Check your cases here: https://regex101.com/r/DuYT9f/1
Solution 9 - Android
String validNumber = "^[+]?[0-9]{8,15}$";
if (number.matches(validNumber)) {
Uri call = Uri.parse("tel:" + number);
Intent intent = new Intent(Intent.ACTION_DIAL, call);
if (intent.resolveActivity(getPackageManager()) != null) {
startActivity(intent);
}
return;
} else {
Toast.makeText(EditorActivity.this, "no phone number available", Toast.LENGTH_SHORT).show();
}
Solution 10 - Android
val UserMobile = findViewById<edittext>(R.id.UserMobile)
val msgUserMobile: String = UserMobile.text.toString()
fun String.isMobileValid(): Boolean {
// 11 digit number start with 011 or 010 or 015 or 012
// then [0-9]{8} any numbers from 0 to 9 with length 8 numbers
if(Pattern.matches("(011|012|010|015)[0-9]{8}", msgUserMobile)) {
return true
}
return false
}
if(msgUserMobile.trim().length==11&& msgUserMobile.isMobileValid())
{//pass}
else
{//not valid}
Solution 11 - Android
^\+201[0|1|2|5][0-9]{8}
this regex matches Egyptian mobile numbers
Solution 12 - Android
Here is how you can do it succinctly in Kotlin:
fun String.isPhoneNumber() =
length in 4..10 && all { it.isDigit() }
Solution 13 - Android
I got best solution for international phone number validation and selecting country code below library is justified me Best library for all custom UI and functionality CountryCodePickerProject
Solution 14 - Android
What about this method:
private static boolean validatePhoneNumber(String phoneNumber) {
// validate phone numbers of format "1234567890"
if (phoneNumber.matches("\\d{10}"))
return true;
// validating phone number with -, . or spaces
else if (phoneNumber.matches("\\d{3}[-\\.\\s]\\d{3}[-\\.\\s]\\d{4}"))
return true;
// validating phone number with extension length from 3 to 5
else if (phoneNumber.matches("\\d{3}-\\d{3}-\\d{4}\\s(x|(ext))\\d{3,5}"))
return true;
// validating phone number where area code is in braces ()

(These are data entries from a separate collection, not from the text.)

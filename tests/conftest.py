"""Settings for all tests."""

from hypothesis import settings

# A first call compiles; nothing in this suite is timed.
settings.register_profile("untimed", deadline=None)
settings.load_profile("untimed")
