@pytest.mark.parametrize("seed", [1, 4, 6])
def test_the_mean_is_the_value_at_the_realised_vol_when_the_drift_is_the_growth(seed):
    # In general form: E = U(realised vol) + cash received, at any hedge vols, all positions settled.
    case = random_experiment(seed)
    case["source"] = replace(case["source"], drift=case["market"].growth)
    book, market = case["book"], case["market"]
    u = book.underlying
    true = greeks(
        market.spot[u],
        book.strike,
        years=book.expiry_t,
        variance_years=book.expiry_s,
        vol=case["source"].realised_vol[u],
        rate=market.rate,
        growth=market.growth[u],
        is_call=book.is_call,
    ).value
    mark = greeks(
        market.spot[u],
        book.strike,
        years=book.expiry_t,
        variance_years=book.expiry_s,
        vol=book.mark_vol,
        rate=market.rate,
        growth=market.growth[u],
        is_call=book.is_call,
    ).value
    paid = np.where(np.isnan(book.premium), mark, book.premium)
    gross = np.abs(book.units * true).sum()
    assert continuous_hedging(**given(case)).mean == pytest.approx((book.units * (true - paid)).sum(), abs=1e-9 * gross)


def test_the_floor_of_correlated_names_is_that_of_simulated_ledgers():
    looks = 256
    case = two_names(looks=looks, correlation=0.8)
    _against_floor(case, 0.5 / np.sqrt(looks))  # left-point sums miss the end of an expiring gamma by this order


def test_the_floor_of_a_book_still_open_is_that_of_simulated_ledgers():
    looks = 250
    case = cut_short(two_names(looks=looks, correlation=-0.6), 100)
    told = continuous_hedging(**given(case))
    _against_floor(case, 1 / 100)  # left-point sums of smooth functions miss by the order of a look
    # What is open is valued at mark: without that term the variance would be another.
    unmarked = case | {"book": replace(case["book"], mark_vol=case["book"].hedge_vol)}
    assert abs(continuous_hedging(**given(unmarked)).variance / told.variance - 1) > 0.1


def _against_floor(case, bias):
    ledger = simulate(**case, count=50_000)
    told = continuous_hedging(**given(case))
    at = ledger.columns(FLOOR)

    def variance(moments):
        return np.array(moments.cov[0][np.ix_(at, at)].sum())

    def mean(moments):
        return np.array(moments.mean[0][at].sum())

    sd = np.sqrt(told.variance)
    error = float(ledger.replicates.standard_error(variance))
    assert abs(float(variance(ledger.moments)) - told.variance) < 4 * error + bias * told.variance
    assert abs(float(mean(ledger.moments)) - told.mean) < 4 * float(ledger.replicates.standard_error(mean)) + bias * sd
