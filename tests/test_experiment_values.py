"""Scalars: YAML 1.2 core values, percentages, durations, dates, strikes."""

import datetime as dt
import math
from decimal import Decimal

import pytest
from hypothesis import given
from hypothesis import strategies as st

from hedgesim.experiment.values import (
    BadValueError,
    Duration,
    RelativeStrike,
    as_percent,
    parse_date,
    parse_duration,
    parse_fraction,
    parse_number,
    parse_scalar,
    parse_strike,
    parse_term,
    parse_whole,
    parse_years,
    shortest,
)

positive = st.floats(min_value=1e-9, max_value=1e9)
finite = st.floats(allow_nan=False, allow_infinity=False)


# YAML 1.2.2 specification (2021), section 10.3.2, core schema tag resolution. Narrower here: only lower-case
# null, true and false; wider: underscores between digits.
@pytest.mark.parametrize(
    ("text", "value"),
    [
        ("", None), ("~", None), ("null", None), ("Null", "Null"),
        ("true", True), ("false", False), ("True", "True"), ("yes", "yes"), ("no", "no"), ("on", "on"),
        ("0", 0), ("-12", -12), ("+7", 7), ("0123", 123), ("0o17", 15), ("0x1F", 31), ("200_000", 200_000),
        ("1e-4", 1e-4), ("1.5", 1.5), (".5", 0.5), ("1.", 1.0), ("1e6", 1e6), ("-1.5E+3", -1500.0), ("1_000.5", 1000.5),
        ("9:30", "9:30"), ("1_", "1_"), ("_1", "_1"), ("1__0", "1__0"), ("22%", "22%"), ("2027-03-01", "2027-03-01"),
        ("-.inf", -math.inf), (".inf", math.inf), ("inf", "inf"), ("1e", "1e"), (".", "."), ("-", "-"), ("0b1", "0b1"),
    ],
)  # fmt: skip
def test_plain_scalars_follow_the_core_schema(text: str, value: object) -> None:
    read = parse_scalar(text)
    assert read == value
    assert type(read) is type(value)


def test_a_number_that_is_not_a_number_is_read_as_such() -> None:
    assert math.isnan(parse_scalar(".nan"))  # type: ignore[arg-type]


def test_a_number_of_thousands_of_digits_is_refused() -> None:
    with pytest.raises(BadValueError, match="a number of 5000 digits cannot be read"):
        parse_scalar("9" * 5000)


@given(finite)
def test_the_shortest_form_of_a_number_reads_back_to_the_same_number(number: float) -> None:
    read = parse_scalar(shortest(number))
    assert isinstance(read, int | float)
    assert float(read) == number


@given(st.integers(min_value=-(10**12), max_value=10**12), st.integers(min_value=0, max_value=8))
def test_a_percentage_is_the_double_nearest_to_the_decimal_fraction(digits: int, places: int) -> None:
    written = Decimal(digits).scaleb(-places)
    assert parse_fraction(f"{written:f}%") == float(written / 100)
    assert parse_fraction(f"{written:f} bp") == float(written / 10_000)


@given(finite)
def test_a_fraction_written_as_a_percentage_reads_back_to_the_same_double(fraction: float) -> None:
    assert parse_fraction(as_percent(fraction)) == fraction


@pytest.mark.parametrize(
    "text", ["22 percent", "%", "22%%", "1e999%", "1e9999999%", "twenty", "22 %bp", True, None, [1]]
)
def test_what_is_no_fraction_is_refused(text: object) -> None:
    with pytest.raises(BadValueError):
        parse_fraction(text)


@given(positive, st.sampled_from(["min", "h", "d", "w"]))
def test_a_duration_reads_back_from_its_text(amount: float, unit: str) -> None:
    duration = Duration(amount, unit)
    assert parse_duration(str(duration)) == duration


@given(st.floats(min_value=1e-9, max_value=50.0))
def test_a_bare_number_is_years(years: float) -> None:
    assert parse_duration(years) == Duration(years, "y") == parse_duration(f"{shortest(years)}y")


@given(st.integers(min_value=1, max_value=10**6))
def test_looks_read_back_from_their_text(count: int) -> None:
    duration = Duration(count, "look")
    assert parse_duration(str(duration), looks=True) == duration
    with pytest.raises(BadValueError, match="a number of looks is not accepted here"):
        parse_duration(str(duration))


@given(st.integers(min_value=1, max_value=400), st.integers(min_value=8, max_value=400))
def test_a_ratio_is_years(weeks: int, per_year: int) -> None:
    assert parse_duration(f"{weeks}/{per_year}") == Duration(weeks / per_year, "y")
    assert parse_years(f"{weeks} / {per_year}") == weeks / per_year


@pytest.mark.parametrize(
    ("text", "written"),
    [
        ("1 look", "1 look"),
        ("1look", "1 look"),
        ("4 looks", "4 looks"),
        ("30min", "30min"),
        ("2.0h", "2h"),
        ("1.5 d", "1.5d"),
    ],
)
def test_durations_are_written_in_one_way(text: str, written: str) -> None:
    assert str(parse_duration(text, looks=True)) == written


@pytest.mark.parametrize(
    ("text", "advice"),
    [
        ("30m", "write 30min"),
        ("2 hours", "write 2h"),
        ("5 days", "write 5d"),
        ("12 Weeks", "write 12w"),
        ("1yr", "write 1y"),
    ],
)
def test_a_unit_in_other_words_is_told_the_unit_to_write(text: str, advice: str) -> None:
    with pytest.raises(BadValueError) as caught:
        parse_duration(text)
    assert caught.value.advice == advice


@pytest.mark.parametrize(
    "value", [0, -1, "0d", "-1d", "1e999d", "d", "1 d 2 h", True, None, [], "0/52", "1/0", "51y", math.inf]
)
def test_what_is_no_duration_is_refused(value: object) -> None:
    with pytest.raises(BadValueError):
        parse_duration(value)


@given(st.dates(min_value=dt.date(1000, 1, 1)))
def test_dates_read_back(date: dt.date) -> None:
    assert parse_date(date.isoformat()) == date == parse_term(date.isoformat())


@pytest.mark.parametrize(
    "value", ["20270301", 20270301, "2027-3-1", "2027-W09-1", "2027-02-29", None, dt.datetime(2027, 3, 1)]
)
def test_what_is_no_date_is_refused(value: object) -> None:
    with pytest.raises(BadValueError):
        parse_date(value)


@given(st.floats(min_value=1e-6, max_value=1e6))
def test_strikes_read_back(level: float) -> None:
    assert parse_strike(level) == level
    assert parse_strike(str(RelativeStrike(level))) == RelativeStrike(level)


@given(st.integers(min_value=0, max_value=2**64 - 1))
def test_whole_numbers_keep_every_digit(number: int) -> None:
    assert parse_whole(number) == number
    assert type(parse_whole(number)) is int


def test_a_whole_number_may_be_written_with_an_exponent() -> None:
    assert parse_whole(1e5) == 100_000
    with pytest.raises(BadValueError, match=r"10\.5 is not a whole number - write 10 or 11"):
        parse_whole(10.5)


@pytest.mark.parametrize("value", ["22%", "2bp", "1", True, None, math.nan, math.inf, 10**400, "x"])
def test_what_is_no_plain_number_is_refused(value: object) -> None:
    with pytest.raises(BadValueError):
        parse_number(value)
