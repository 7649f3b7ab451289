"""Pages of every kind of run, and what can be wrong with the texts on them."""

import re
from dataclasses import replace
from datetime import UTC, datetime
from functools import lru_cache

import numpy as np
import report_builder
from matplotlib.text import Text
from pypdf import PdfReader

from hedgesim.report.pack import build
from hedgesim.report.style import report_style
from hedgesim.report.view import view_of
from hedgesim.study import Settings, study

CREATED = datetime(2027, 3, 1, 17, 30, tzinfo=UTC)
KINDS = {
    "ten schedules": {"every": [1, 2, 3, 6, 9, 14, 21, 42, 63, 126]},
    "one schedule": {"every": [6]},
    "forty schedules": {"every": list(range(1, 41)), "paths": 1000},
    "price history": {"every": [1, 2, 3, 5, 10, 21, 63], "replayed": True, "paths": 120},
    "price history, every look not asked for": {"every": [2, 6, 21], "replayed": True, "paths": 60},
    "one inception": {"every": [1, 3, 21], "replayed": True, "paths": 1},
    "two underlyings": {"every": [1, 2, 6, 21, 63], "underlyings": ("CORVANE", "TESSOVAR"), "paths": 1500},
}
SETTINGS = Settings(
    mean="costs", risk="std", cost_of_risk=0.03, limit=None, confidence=0.95, years=0.25, currency="EUR"
)
_cache = {}


def made(kind, **changes):
    """Study and facts of one kind of run."""
    key = (kind, tuple(sorted(changes.items())))
    if key not in _cache:
        arguments = KINDS[kind]
        book = report_builder.ledger(**arguments)
        hidden = tuple(n for n in book.schedules if n == "every look" and 1 not in arguments["every"])
        settings = replace(SETTINGS, hidden=hidden, **changes)
        compiled = report_builder.compiled(arguments["every"])
        done = study(book, compiled, settings)
        if not arguments.get("replayed"):
            done = replace(done, exactness=report_builder.exactness(done))
        _cache[key] = done, report_builder.facts(book)
    return _cache[key]


def texts(figure):
    """Visible texts and their boxes in pixels; tick labels beyond the view limits are never drawn."""
    unseen = set()
    for axes in [*figure.axes, *(inset for outer in figure.axes for inset in outer.child_axes)]:
        for axis in (axes.xaxis, axes.yaxis):
            low, high = sorted(axis.get_view_interval())
            slack = 1e-9 * (high - low)
            for tick in [*axis.get_major_ticks(), *axis.get_minor_ticks()]:
                if not low - slack <= tick.get_loc() <= high + slack:
                    unseen |= {tick.label1, tick.label2}
    renderer = figure.canvas.get_renderer()
    shown = [t for t in figure.findobj(Text) if t.get_visible() and t.get_text().strip() and t not in unseen]
    return [(t, t.get_window_extent(renderer)) for t in shown]


def faults(figure):
    """Texts that leave the page or run into another."""
    figure.canvas.draw()
    found = []
    width, height = figure.bbox.width, figure.bbox.height
    boxes = texts(figure)
    for text, box in boxes:
        if box.x0 < 0 or box.y0 < 0 or box.x1 > width or box.y1 > height:
            found.append(f"off the page: {text.get_text()!r}")
        if text.get_gid() != "footer" and box.y0 < height * 11.5 / 210:
            found.append(f"in the footer: {text.get_text()!r}")
        if text.get_fontsize() < 8.5:
            found.append(f"too small: {text.get_text()!r}")
    # The box of a line reaches beyond its ink by the leading; a point of shared edge is no overlap.
    x0, y0, x1, y1 = np.array([box.extents for _, box in boxes]).T
    across = np.minimum.outer(x1, x1) - np.maximum.outer(x0, x0)
    down = np.minimum.outer(y1, y1) - np.maximum.outer(y0, y0)
    for a, b in np.argwhere(np.triu((across > 1.0) & (down > 2.0), k=1)):
        found.append(f"overlap: {boxes[a][0].get_text()!r} and {boxes[b][0].get_text()!r}")
    return found


def sheets_of(kind, *, facts_changes=None, **changes):
    """Pages of one kind of run, each with its faults."""
    results, facts = made(kind, **changes)
    facts = replace(facts, **(facts_changes or {}))
    with report_style():
        sheets = build(view_of(results, facts.ledger), facts, created=CREATED)
        return sheets, [faults(sheet.figure) for sheet in sheets]


@lru_cache
def plain_sheets(kind):
    return sheets_of(kind)


def page_texts(folder):
    """Text of each page of the PDF, white space evened out."""
    return [re.sub(r"\s+", " ", page.extract_text()) for page in PdfReader(folder / "report.pdf").pages]


def cells_of(sheet):
    return [t.get_text() for t in sheet.figure.texts if t.get_gid() == "cell"]


def words_of(sheet):
    return " ".join(t.get_text() for t in sheet.figure.texts)
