"""The two engines on the same prices: simulated paths, replayed as if they were a price history."""

import numpy as np
import pytest
from simulate_cases import random_experiment

from hedgesim.book import gross_value
from hedgesim.engine.inceptions import Inception, Laid
from hedgesim.engine.replay import replay_laid
from hedgesim.engine.simulate import simulate
from hedgesim.engine.story import look_by_look
from hedgesim.market import frozen
from hedgesim.paths.prices import PriceHistory
from hedgesim.tables import TOLERANCE

PATHS = 64


def as_history(case, price) -> Laid:
    """One simulated path as the one inception of a price history."""
    grid, book = case["grid"], case["book"]
    history = PriceHistory(
        file="",
        names=case["market"].names,
        label=tuple(str(i) for i in range(grid.looks + 1)),
        line=frozen(np.arange(grid.looks + 1), np.int64),
        date=None,
        t=grid.t,
        s=grid.s,
        clock=grid.clock,
        is_open=grid.is_open,
        is_close=grid.is_close,
        price=frozen(price),
        mark_vol=None,
        mark_vol_column=(None,) * len(price),
        days_per_year=252,
        notes=(),
    )
    fixed = frozen(np.zeros(book.size), bool)
    return Laid(
        history=history,
        inceptions=(Inception(0, "0", case["market"], grid, book, case["compiled"], history.price),),
        mark_follows=fixed,
        hedge_follows=fixed,
        reference=0,
        reference_added=False,
        notes=(),
    )


def doubtful_trades(case, price) -> np.ndarray:
    """Trades so small that tables and closed forms may differ on whether there is one, (schedule, underlying)."""
    book, market = case["book"], case["market"]
    units = np.bincount(book.underlying, np.abs(book.units), len(market.names))
    counts = []
    for k in range(len(case["compiled"].names)):
        told = look_by_look(book, market, case["grid"], case["compiled"], k, case["costs"], price)
        size = np.abs(told.trade[:, case["compiled"].trades_at[k]])
        counts.append((size < 4 * TOLERANCE * units[:, None]).sum(axis=1))
    return np.array(counts)


@pytest.mark.parametrize("early_horizon", [False, True])
@pytest.mark.parametrize("seed", [0, 1, 2, 3])
def test_engines_agree_path_by_path_and_component_by_component(seed, early_horizon):
    # The simulating engine reads its book from tables with a certified error; replay uses closed forms.
    case = random_experiment(seed, early_horizon=early_horizon)
    simulated = simulate(**case, count=PATHS, threads=1, detail=True)
    price = case["source"].prices(case["market"], case["grid"], first_path=0, count=PATHS)
    limit = TOLERANCE * gross_value(case["book"], case["market"])
    of = {name: simulated.detail[:, :, c] for c, name in enumerate(simulated.components)}
    of["vol_gap_seen"] = of["vol_gap"] + of["sampling"]
    of["vol_mark"] = np.zeros_like(of["lag"])
    for p in range(PATHS):
        replayed = replay_laid(as_history(case, price[:, :, p]), costs=case["costs"], threads=1)
        gap = {name: replayed.detail[:, :, c, 0] - of[name][:, :, p] for c, name in enumerate(replayed.components)}
        # Discounting at -2 % or more over ten days makes a ticket at most 1.001 of its charge.
        tickets = gap.pop("costs.tickets")
        assert (
            np.abs(tickets) <= doubtful_trades(case, price[:, :, p]) * 1.001 * case["costs"].per_trade + limit
        ).all()
        for name, difference in gap.items():
            assert np.abs(difference).max() < limit, name
        assert np.abs(replayed.totals[:, 0] - simulated.totals[:, p] - tickets.sum(axis=1)).max() < limit
        assert replayed.turnover_detail[:, 0] == pytest.approx(simulated.turnover_detail[:, p], rel=1e-6)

else if (phoneNumber.matches("\\(\\d{3}\\)-\\d{3}-\\d{4}"))
return true;
// Validation for India numbers
else if (phoneNumber.matches("\\d{4}[-\\.\\s]\\d{3}[-\\.\\s]\\d{3}"))
return true;
else if (phoneNumber.matches("\\(\\d{5}\\)-\\d{3}-\\d{3}"))
return true;
else if (phoneNumber.matches("\\(\\d{4}\\)-\\d{3}-\\d{3}"))
return true;
// return false if nothing matches the input
else
return false;
}
System.out.println("Validation for 1234567890 : " + validatePhoneNumber("1234567890"));
System.out.println("Validation for 1234 567 890 : " + validatePhoneNumber("1234 567 890"));
System.out.println("Validation for 123 456 7890 : " + validatePhoneNumber("123 456 7890"));
System.out.println("Validation for 123-567-8905 : " + validatePhoneNumber("123-567-8905"));
System.out.println("Validation for 9866767545 : " + validatePhoneNumber("9866767545"));
System.out.println("Validation for 123-456-7890 ext9876 : " + validatePhoneNumber("123-456-7890 ext9876"));
And the outputs:
Validation for 1234567890 : true
Validation for 1234 567 890 : true
Validation for 123 456 7890 : true
Validation for 123-567-8905 : true
Validation for 9866767545 : true
Validation for 123-456-7890 ext9876 : true
For more info please refer to this link.
Solution 15 - Android
Try this function it should work.
fun isValidPhone(phone: String): Boolean =
phone.trimmedLength() in (10..13) && Patterns.PHONE.matcher(phone).matches()
Solution 16 - Android
You shouldn't be using Regular Expressions when validating phone numbers. Check out this JSON API - numverify.com - it's free for a nunver if calls a month and capable of checking any phone number. Plus, each request comes with location, line type and carrier information.